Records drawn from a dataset
○ ○ ○ ○ ○
def export_c(
    net: Network,
    path: Any,
    *,
    name: str = "model",
    dtype: Any = "float32",
    metadata: Mapping[str, Any] | None = None,
    literals: str = "decimal",
    labels: Sequence[str] | None = None,
    envelope: Envelope | None = None,
) -> tuple[Path, ...]:
    """Write ``<name>.h`` and ``<name>.c`` into the directory ``path`` (created if missing).

    Parameters
    ----------
    net:
        The network to export. It is not modified.
    path:
        A directory, created with its parents if missing; files of the same names
        are overwritten.
    name:
        Prefix of every generated identifier (``<name>_predict``,
        ``<NAME>_N_INPUTS``, ...): ``[A-Za-z][A-Za-z0-9_]{0,63}``, not a C
        or Python keyword. (A leading underscore is refused because C
        reserves such names at file scope.)
    dtype:
        ``"float32"`` (C ``float``) or ``"float64"`` (C ``double``). The
        numbers are converted the way ``net.copy(dtype)`` converts them.
    metadata:
        Optional names and units of inputs and outputs and a description,
        written into the header comment (escaped);
        see :func:`tinyprop.export._metadata.check_metadata`.
    literals:
        ``"decimal"`` (default) or ``"hex"`` (C99 hexadecimal constants).
    labels:
        For a classifier (one logit per output, or one for two labels): the labels in class
        order. Then ``<name>_classes.h`` / ``<name>_classes.c`` are written too,
        with the label table and ``int <name>_classify(const T *x, T *p)``
        (:mod:`tinyprop.export.classes`).
    envelope:
        An :class:`~tinyprop.envelope.Envelope` with one range per input, or
        ``None`` (default). When given, ``<name>_predict`` returns ``int``: the
        number of inputs outside their range (below the low limit, above the
        high limit, or NaN; 0 when all are inside), the outputs computed all
        the same; the limits are the arrays ``<name>_ENVELOPE_LOW`` and
        ``<name>_ENVELOPE_HIGH``, declared in the header, which lists them by
        input name. ``float`` limits are rounded inward, so a ``float`` input
        counts as outside exactly when its value lies outside the envelope.

    Returns
    -------
    ``(header_path, source_path)``, followed by the two class files when
    ``labels`` are given.

    Raises
    ------
    TypeError / ValueError
        For a bad argument, a layer or activation that cannot be written in C
        (a custom activation needs ``c_expression(ctype)``), numbers that are
        not finite in ``dtype``, or a layer wider than 32767.
    """
    name = check_c_name(name)
    if literals not in _LITERALS:
        raise ValueError(f"literals must be one of {_LITERALS}, got {literals!r}")
    ctype = _ctype(dtype)
    directory = output_directory(path)
    plan = make_plan(net, np.dtype(dtype))
    widest = max([plan.n_in] + [step.width for step in plan.steps])
    if widest > _INT_MAX:
        raise ValueError(f"layers may be at most {_INT_MAX} wide for int loop indices, got width {widest}")
    meta = check_metadata(metadata, plan.n_in, plan.n_out)
    classes = None if labels is None else check_labels(labels, plan.n_out)
    checked = check_envelope(envelope, plan.n_in)
    writer = _Writer(name, ctype, plan, lambda v: _literal(v, ctype, literals == "hex"),
                     None if checked is None else (checked, meta))
    origin = provenance(net)

    def header(filename: str) -> list[str]:
        return c_block_comment(header_lines(f"{filename}: neural-network inference in C99, generated by tinyprop",
                                           plan, meta, origin, writer.interface()))

    header_path = write_source(directory, f"{name}.h", writer.header_file(header(f"{name}.h"), origin))
    source_path = write_source(directory, f"{name}.c", writer.source_file(header(f"{name}.c")))
    if classes is not None:
        return (header_path, source_path, *write_c_classes(directory, name, classes, ctype))
    return header_path, source_path


def _ctype(dtype: Any) -> str:
    try:
        resolved = np.dtype(dtype)
    except TypeError:
        resolved = None
    if resolved not in _CTYPES:
        raise TypeError(f"dtype must be 'float32' or 'float64', got {dtype!r}")
    return _CTYPES[resolved]


def _literal(value: float, ctype: str, hexadecimal: bool) -> str:
    """A C constant of ``ctype`` that converts exactly to ``value`` rounded to ``ctype``."""
    with np.errstate(over="ignore"):
        value = float(np.array(value, dtype=np.float32 if ctype == "float" else np.float64))
    if not np.isfinite(value):
        raise ValueError(f"cannot write {value!r} as a finite C {ctype} constant")
    suffix = "f" if ctype == "float" else ""
    if hexadecimal:
        return value.hex() + suffix
    text = f"{value:.9g}" if ctype == "float" else repr(value)
    if "." not in text and "e" not in text:
        text += ".0"  # "3" is an int constant; "3f" is not a constant at all
    return text + suffix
○ ○ ○ ○ ○
= Problem to solve =
Go through the records from the first line and copy each one exactly, ending after the line that contains "lists them by". Give nothing else.

= Response area =
def export_c(
    net: Network,
    path: Any,
    *,
    name: str = "model",
    dtype: Any = "float32",
    metadata: Mapping[str, Any] | None = None,
    literals: str = "decimal",
    labels: Sequence[str] | None = None,
    envelope: Envelope | None = None,
) -> tuple[Path, ...]:
    """Write ``<name>.h`` and ``<name>.c`` into the directory ``path`` (created if missing).

    Parameters
    ----------
    net:
        The network to export. It is not modified.
    path:
        A directory, created with its parents if missing; files of the same names
        are overwritten.
    name:
        Prefix of every generated identifier (``<name>_predict``,
        ``<NAME>_N_INPUTS``, ...): ``[A-Za-z][A-Za-z0-9_]{0,63}``, not a C
        or Python keyword. (A leading underscore is refused because C
        reserves such names at file scope.)
    dtype:
        ``"float32"`` (C ``float``) or ``"float64"`` (C ``double``). The
        numbers are converted the way ``net.copy(dtype)`` converts them.
    metadata:
        Optional names and units of inputs and outputs and a description,
        written into the header comment (escaped);
        see :func:`tinyprop.export._metadata.check_metadata`.
    literals:
        ``"decimal"`` (default) or ``"hex"`` (C99 hexadecimal constants).
    labels:
        For a classifier (one logit per output, or one for two labels): the labels in class
        order. Then ``<name>_classes.h`` / ``<name>_classes.c`` are written too,
        with the label table and ``int <name>_classify(const T *x, T *p)``
        (:mod:`tinyprop.export.classes`).
    envelope:
        An :class:`~tinyprop.envelope.Envelope` with one range per input, or
        ``None`` (default). When given, ``<name>_predict`` returns ``int``: the
        number of inputs outside their range (below the low limit, above the
        high limit, or NaN; 0 when all are inside), the outputs computed all
        the same; the limits are the arrays ``<name>_ENVELOPE_LOW`` and
        ``<name>_ENVELOPE_HIGH``, declared in the header, which lists them by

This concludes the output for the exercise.